Collected data
════

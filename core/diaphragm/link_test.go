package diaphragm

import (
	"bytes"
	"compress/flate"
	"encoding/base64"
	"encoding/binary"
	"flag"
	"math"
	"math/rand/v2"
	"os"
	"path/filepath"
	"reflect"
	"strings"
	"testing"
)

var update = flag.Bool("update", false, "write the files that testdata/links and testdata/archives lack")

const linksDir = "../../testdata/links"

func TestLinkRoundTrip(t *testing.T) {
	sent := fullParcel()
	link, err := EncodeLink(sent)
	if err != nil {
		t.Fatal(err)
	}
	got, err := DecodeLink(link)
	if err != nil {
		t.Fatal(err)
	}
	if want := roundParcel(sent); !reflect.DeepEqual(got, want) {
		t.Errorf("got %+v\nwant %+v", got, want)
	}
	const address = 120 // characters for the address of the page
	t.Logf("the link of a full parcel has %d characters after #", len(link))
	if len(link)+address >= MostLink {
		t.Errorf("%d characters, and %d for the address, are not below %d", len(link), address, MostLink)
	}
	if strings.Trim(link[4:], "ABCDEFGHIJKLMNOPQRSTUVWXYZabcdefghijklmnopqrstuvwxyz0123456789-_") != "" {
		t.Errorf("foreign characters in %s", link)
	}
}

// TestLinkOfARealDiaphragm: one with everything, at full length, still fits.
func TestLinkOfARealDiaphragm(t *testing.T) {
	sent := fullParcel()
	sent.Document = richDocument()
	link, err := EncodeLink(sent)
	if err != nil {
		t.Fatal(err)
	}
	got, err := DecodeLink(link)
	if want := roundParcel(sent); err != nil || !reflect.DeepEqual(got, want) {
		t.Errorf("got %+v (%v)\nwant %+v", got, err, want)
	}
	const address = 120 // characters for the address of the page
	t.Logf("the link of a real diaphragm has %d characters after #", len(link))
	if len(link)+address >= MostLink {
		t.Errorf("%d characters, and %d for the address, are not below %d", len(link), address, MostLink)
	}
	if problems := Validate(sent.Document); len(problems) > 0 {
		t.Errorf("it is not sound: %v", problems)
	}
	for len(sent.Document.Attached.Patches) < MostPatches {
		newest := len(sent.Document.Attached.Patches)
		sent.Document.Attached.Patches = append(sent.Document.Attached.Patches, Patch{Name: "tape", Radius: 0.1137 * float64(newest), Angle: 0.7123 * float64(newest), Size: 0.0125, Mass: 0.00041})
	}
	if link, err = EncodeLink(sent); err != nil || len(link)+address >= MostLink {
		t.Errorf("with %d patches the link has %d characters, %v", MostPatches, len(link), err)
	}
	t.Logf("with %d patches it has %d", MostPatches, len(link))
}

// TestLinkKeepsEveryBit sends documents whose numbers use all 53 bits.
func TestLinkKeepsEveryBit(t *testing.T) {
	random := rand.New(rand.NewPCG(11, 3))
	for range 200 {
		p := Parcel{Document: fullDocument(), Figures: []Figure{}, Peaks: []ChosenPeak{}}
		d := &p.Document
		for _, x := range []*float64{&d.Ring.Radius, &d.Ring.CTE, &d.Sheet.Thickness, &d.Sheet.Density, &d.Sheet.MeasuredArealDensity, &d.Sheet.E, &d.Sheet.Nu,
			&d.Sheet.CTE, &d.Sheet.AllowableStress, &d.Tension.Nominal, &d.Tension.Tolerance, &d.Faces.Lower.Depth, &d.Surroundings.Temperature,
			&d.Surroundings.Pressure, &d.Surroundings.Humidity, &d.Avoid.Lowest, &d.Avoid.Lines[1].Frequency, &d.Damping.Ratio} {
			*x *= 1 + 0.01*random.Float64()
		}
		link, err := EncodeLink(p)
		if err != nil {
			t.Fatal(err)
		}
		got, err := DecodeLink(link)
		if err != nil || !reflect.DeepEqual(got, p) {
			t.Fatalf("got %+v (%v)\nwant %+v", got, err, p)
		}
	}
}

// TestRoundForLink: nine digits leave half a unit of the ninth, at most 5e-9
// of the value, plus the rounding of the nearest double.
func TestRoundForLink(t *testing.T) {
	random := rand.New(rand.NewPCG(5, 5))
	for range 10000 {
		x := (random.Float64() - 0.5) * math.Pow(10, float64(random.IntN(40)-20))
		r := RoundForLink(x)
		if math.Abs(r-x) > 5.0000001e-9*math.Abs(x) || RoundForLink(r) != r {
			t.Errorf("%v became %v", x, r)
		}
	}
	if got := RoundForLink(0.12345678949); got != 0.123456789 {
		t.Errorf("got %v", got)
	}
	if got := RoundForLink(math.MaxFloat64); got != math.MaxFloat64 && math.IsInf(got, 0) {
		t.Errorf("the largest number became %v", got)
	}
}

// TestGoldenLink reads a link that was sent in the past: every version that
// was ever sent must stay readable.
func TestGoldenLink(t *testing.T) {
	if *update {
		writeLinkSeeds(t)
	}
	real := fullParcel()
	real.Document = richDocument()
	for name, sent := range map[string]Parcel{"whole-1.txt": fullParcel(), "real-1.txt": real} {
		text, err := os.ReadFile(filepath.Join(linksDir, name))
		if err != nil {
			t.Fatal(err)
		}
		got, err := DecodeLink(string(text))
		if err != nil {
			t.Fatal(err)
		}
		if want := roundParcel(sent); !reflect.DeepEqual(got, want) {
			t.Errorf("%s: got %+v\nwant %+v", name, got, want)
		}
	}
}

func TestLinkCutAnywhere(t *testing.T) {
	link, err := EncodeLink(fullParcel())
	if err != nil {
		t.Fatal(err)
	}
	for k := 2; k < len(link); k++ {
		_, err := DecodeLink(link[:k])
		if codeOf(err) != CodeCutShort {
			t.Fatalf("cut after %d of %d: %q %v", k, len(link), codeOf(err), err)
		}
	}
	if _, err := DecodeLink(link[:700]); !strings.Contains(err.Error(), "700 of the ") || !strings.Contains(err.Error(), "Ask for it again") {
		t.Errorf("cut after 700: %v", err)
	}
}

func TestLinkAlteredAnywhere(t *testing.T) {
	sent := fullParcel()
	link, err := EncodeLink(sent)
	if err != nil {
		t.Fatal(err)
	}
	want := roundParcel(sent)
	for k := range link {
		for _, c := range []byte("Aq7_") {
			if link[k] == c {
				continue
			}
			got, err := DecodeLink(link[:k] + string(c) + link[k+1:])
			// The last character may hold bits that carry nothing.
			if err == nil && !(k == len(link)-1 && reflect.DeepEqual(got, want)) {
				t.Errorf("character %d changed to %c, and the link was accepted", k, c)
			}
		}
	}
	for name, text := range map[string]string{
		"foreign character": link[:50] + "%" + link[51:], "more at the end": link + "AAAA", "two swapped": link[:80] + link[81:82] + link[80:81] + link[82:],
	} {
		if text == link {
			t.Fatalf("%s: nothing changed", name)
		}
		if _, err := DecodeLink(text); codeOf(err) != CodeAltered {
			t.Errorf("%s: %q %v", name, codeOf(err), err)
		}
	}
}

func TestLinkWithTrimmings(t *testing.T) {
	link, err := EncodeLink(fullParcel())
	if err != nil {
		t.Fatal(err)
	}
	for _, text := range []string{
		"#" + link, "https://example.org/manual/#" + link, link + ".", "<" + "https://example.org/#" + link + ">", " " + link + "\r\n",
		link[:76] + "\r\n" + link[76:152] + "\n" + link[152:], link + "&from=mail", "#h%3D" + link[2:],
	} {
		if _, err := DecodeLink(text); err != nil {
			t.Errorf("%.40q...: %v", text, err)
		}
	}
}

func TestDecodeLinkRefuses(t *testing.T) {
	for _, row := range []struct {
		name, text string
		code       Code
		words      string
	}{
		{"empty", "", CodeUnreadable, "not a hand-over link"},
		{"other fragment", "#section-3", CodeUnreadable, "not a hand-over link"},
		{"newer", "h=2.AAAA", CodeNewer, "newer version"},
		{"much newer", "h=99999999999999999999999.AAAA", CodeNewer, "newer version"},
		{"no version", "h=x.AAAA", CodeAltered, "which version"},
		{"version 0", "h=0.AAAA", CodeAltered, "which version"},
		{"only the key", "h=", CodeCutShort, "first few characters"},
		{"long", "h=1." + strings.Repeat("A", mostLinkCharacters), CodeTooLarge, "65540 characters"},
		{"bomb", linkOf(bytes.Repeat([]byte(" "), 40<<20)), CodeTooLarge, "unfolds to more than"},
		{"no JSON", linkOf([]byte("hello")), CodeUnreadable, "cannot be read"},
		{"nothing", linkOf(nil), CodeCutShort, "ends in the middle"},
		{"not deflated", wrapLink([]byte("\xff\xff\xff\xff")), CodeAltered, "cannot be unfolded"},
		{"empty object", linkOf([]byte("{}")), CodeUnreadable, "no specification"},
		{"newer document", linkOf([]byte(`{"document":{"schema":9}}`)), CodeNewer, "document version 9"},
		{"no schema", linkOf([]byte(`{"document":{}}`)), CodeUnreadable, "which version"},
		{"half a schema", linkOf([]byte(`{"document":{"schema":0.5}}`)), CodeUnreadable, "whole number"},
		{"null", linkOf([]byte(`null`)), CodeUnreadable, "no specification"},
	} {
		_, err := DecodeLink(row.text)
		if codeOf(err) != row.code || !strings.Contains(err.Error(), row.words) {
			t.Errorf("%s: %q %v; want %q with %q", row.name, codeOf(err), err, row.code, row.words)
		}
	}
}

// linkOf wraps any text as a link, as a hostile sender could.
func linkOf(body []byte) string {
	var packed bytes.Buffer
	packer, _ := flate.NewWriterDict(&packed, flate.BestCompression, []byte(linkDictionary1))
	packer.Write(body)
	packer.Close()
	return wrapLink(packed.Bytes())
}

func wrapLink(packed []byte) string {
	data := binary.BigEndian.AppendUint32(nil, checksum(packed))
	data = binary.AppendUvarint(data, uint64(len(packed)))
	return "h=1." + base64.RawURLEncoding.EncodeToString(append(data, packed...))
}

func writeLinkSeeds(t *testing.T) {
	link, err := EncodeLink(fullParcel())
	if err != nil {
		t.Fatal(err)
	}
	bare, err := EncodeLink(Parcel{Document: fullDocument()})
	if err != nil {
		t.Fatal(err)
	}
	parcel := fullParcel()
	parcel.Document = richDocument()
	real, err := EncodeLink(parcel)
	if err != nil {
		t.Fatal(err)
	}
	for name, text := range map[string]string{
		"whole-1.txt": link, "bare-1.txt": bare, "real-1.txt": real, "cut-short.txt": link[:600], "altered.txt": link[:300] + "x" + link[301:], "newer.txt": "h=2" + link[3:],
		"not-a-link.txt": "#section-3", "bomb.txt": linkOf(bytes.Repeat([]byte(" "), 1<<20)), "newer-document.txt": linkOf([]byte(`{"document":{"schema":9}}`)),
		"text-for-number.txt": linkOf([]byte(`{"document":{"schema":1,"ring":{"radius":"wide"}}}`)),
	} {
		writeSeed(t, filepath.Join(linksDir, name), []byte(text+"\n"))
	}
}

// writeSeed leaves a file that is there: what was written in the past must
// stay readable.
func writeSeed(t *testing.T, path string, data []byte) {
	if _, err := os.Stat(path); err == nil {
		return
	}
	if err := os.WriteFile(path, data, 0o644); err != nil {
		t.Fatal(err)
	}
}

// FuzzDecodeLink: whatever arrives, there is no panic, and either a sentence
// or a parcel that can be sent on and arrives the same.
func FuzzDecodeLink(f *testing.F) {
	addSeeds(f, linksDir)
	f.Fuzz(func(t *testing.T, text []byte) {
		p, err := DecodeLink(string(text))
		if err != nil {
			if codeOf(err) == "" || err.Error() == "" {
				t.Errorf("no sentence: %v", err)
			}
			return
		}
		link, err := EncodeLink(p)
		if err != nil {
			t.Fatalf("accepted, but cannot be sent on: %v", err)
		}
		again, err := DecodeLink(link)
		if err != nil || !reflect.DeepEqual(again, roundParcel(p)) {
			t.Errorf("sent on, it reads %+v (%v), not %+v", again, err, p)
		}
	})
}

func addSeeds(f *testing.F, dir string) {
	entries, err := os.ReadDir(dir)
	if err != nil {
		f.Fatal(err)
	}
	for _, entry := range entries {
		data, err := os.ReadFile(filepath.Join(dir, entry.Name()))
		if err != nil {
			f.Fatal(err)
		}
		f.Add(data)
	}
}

════

What you have to do
What do the lines above say from the one containing "must stay readable." down to the one containing "text, err := os.ReadFile(filepath.Join(linksDir, name))"? Return them exactly, both end lines included, and only them.

Completed exercise
// was ever sent must stay readable.
func TestGoldenLink(t *testing.T) {
	if *update {
		writeLinkSeeds(t)
	}
	real := fullParcel()
	real.Document = richDocument()
	for name, sent := range map[string]Parcel{"whole-1.txt": fullParcel(), "real-1.txt": real} {
		text, err := os.ReadFile(filepath.Join(linksDir, name))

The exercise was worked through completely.